EXCERPTED DATA Start Marker

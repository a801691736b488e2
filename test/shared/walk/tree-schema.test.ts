import { describe, expect, it } from 'vitest';
import { codeMatches, conditionHolds, listCauses, parseTree, TreeError } from '../../../shared/walk';
import { evidence } from './helpers';

const cause = (over: Record<string, unknown> = {}) => ({
  id: 'leaky-hose',
  title: 'Hose leaking',
  weight: 2,
  minutes: 10,
  test: { do: 'Look at the hose.', expect: 'Dry.' },
  ...over,
});
const tree = (causes: unknown[], over: Record<string, unknown> = {}) => ({
  id: 'hoses',
  title: 'Hoses',
  description: 'Hose faults.',
  appliesTo: { symptoms: ['leak'] },
  branches: [{ system: 'cooling', causes }],
  ...over,
});

function problems(input: unknown): string[] {
  try {
    parseTree(input);
  } catch (error) {
    if (error instanceof TreeError) return error.problems;
    throw error;
  }
  return [];
}

describe('parseTree', () => {
  it('accepts a minimal tree and fills defaults', () => {
    const parsed = parseTree(tree([cause()]));
    const [only] = listCauses(parsed);
    expect(only?.globalId).toBe('hoses/leaky-hose');
    expect(only?.system).toBe('cooling');
    expect(only?.modifiers).toEqual([]);
    expect(only?.test.tools).toEqual([]);
  });

  it('accepts unit spellings in a spec and stores the canonical unit', () => {
    const parsed = parseTree(tree([cause({ test: { do: 'x', expect: 'y', spec: { max: 7, unit: 'KPA' } } })]));
    expect(listCauses(parsed)[0]?.test.spec?.unit).toBe('kPa');
  });

  it('reports a repeated cause id with its path', () => {
    expect(problems(tree([cause(), cause()]))).toEqual(['branches.0.causes.1.id: cause id "leaky-hose" is used twice']);
  });

  it('reports unknown keys, so a typo in a file does not pass silently', () => {
    expect(problems(tree([cause({ wieght: 3 })])).join()).toMatch(/wieght/);
  });

  it('rejects specs without limits, with min above max, or with an unknown unit', () => {
    expect(problems(tree([cause({ test: { do: 'x', expect: 'y', spec: { unit: 'V' } } })])).join()).toMatch(/min, max or both/);
    expect(problems(tree([cause({ test: { do: 'x', expect: 'y', spec: { min: 5, max: 1, unit: 'V' } } })])).join()).toMatch(/above max/);
    expect(problems(tree([cause({ test: { do: 'x', expect: 'y', spec: { max: 1, unit: 'furlong' } } })])).length).toBeGreaterThan(0);
  });

  it('rejects bad code patterns, ids and non-positive weights', () => {
    expect(problems(tree([cause()], { appliesTo: { codes: ['P03'] } })).join()).toMatch(/code pattern/);
    expect(problems(tree([cause({ id: 'Leaky Hose' })])).join()).toMatch(/hyphens/);
    expect(problems(tree([cause({ weight: 0 })])).length).toBeGreaterThan(0);
  });

  it('rejects a tree that nothing can select', () => {
    expect(problems(tree([cause()], { appliesTo: {} })).join()).toMatch(/never be chosen/);
  });
});

describe('code patterns and conditions', () => {
  it('matches families, exact codes and single-character wildcards', () => {
    expect(codeMatches('P030*', 'P0302')).toBe(true);
    expect(codeMatches('P030*', 'P0302-00')).toBe(true);
    expect(codeMatches('P030*', 'P0420')).toBe(false);
    expect(codeMatches('P0171', 'p0171')).toBe(true);
    expect(codeMatches('P0171', 'P0174')).toBe(false);
    expect(codeMatches('P017?', 'P0174')).toBe(true);
    expect(codeMatches('U0*', 'U0100')).toBe(true);
  });

  it('needs every key of a condition to hold', () => {
    const ev = evidence({ codes: ['P0171'], context: ['after-intake-work'] });
    expect(conditionHolds({ codes: ['P0171'], context: ['after-intake-work'] }, ev, 'fail')).toBe(true);
    expect(conditionHolds({ codes: ['P0171'], context: ['after-timing-work'] }, ev, 'fail')).toBe(false);
    expect(conditionHolds({ allCodes: ['P0171', 'P0174'] }, ev, 'fail')).toBe(false);
  });

  it('lets an unknown platform pass an applicability check but not fire a modifier', () => {
    const ev = evidence();
    expect(conditionHolds({ fuel: ['petrol'] }, ev, 'pass')).toBe(true);
    expect(conditionHolds({ fuel: ['petrol'] }, ev, 'fail')).toBe(false);
    expect(conditionHolds({ layout: ['v'] }, evidence({ platform: { layout: 'V8' } }), 'fail')).toBe(true);
  });
});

EXCERPTED DATA End Marker

*WORK ITEM*
Could you write out, exactly, each line of the data above from the one containing "expect(codeMatches('P030*', 'P0420')).toBe(false);" through the last, including both?

*RESULT*
    expect(codeMatches('P030*', 'P0420')).toBe(false);
    expect(codeMatches('P0171', 'p0171')).toBe(true);
    expect(codeMatches('P0171', 'P0174')).toBe(false);
    expect(codeMatches('P017?', 'P0174')).toBe(true);
    expect(codeMatches('U0*', 'U0100')).toBe(true);
  });

  it('needs every key of a condition to hold', () => {
    const ev = evidence({ codes: ['P0171'], context: ['after-intake-work'] });
    expect(conditionHolds({ codes: ['P0171'], context: ['after-intake-work'] }, ev, 'fail')).toBe(true);
    expect(conditionHolds({ codes: ['P0171'], context: ['after-timing-work'] }, ev, 'fail')).toBe(false);
    expect(conditionHolds({ allCodes: ['P0171', 'P0174'] }, ev, 'fail')).toBe(false);
  });

  it('lets an unknown platform pass an applicability check but not fire a modifier', () => {
    const ev = evidence();
    expect(conditionHolds({ fuel: ['petrol'] }, ev, 'pass')).toBe(true);
    expect(conditionHolds({ fuel: ['petrol'] }, ev, 'fail')).toBe(false);
    expect(conditionHolds({ layout: ['v'] }, evidence({ platform: { layout: 'V8' } }), 'fail')).toBe(true);
  });
});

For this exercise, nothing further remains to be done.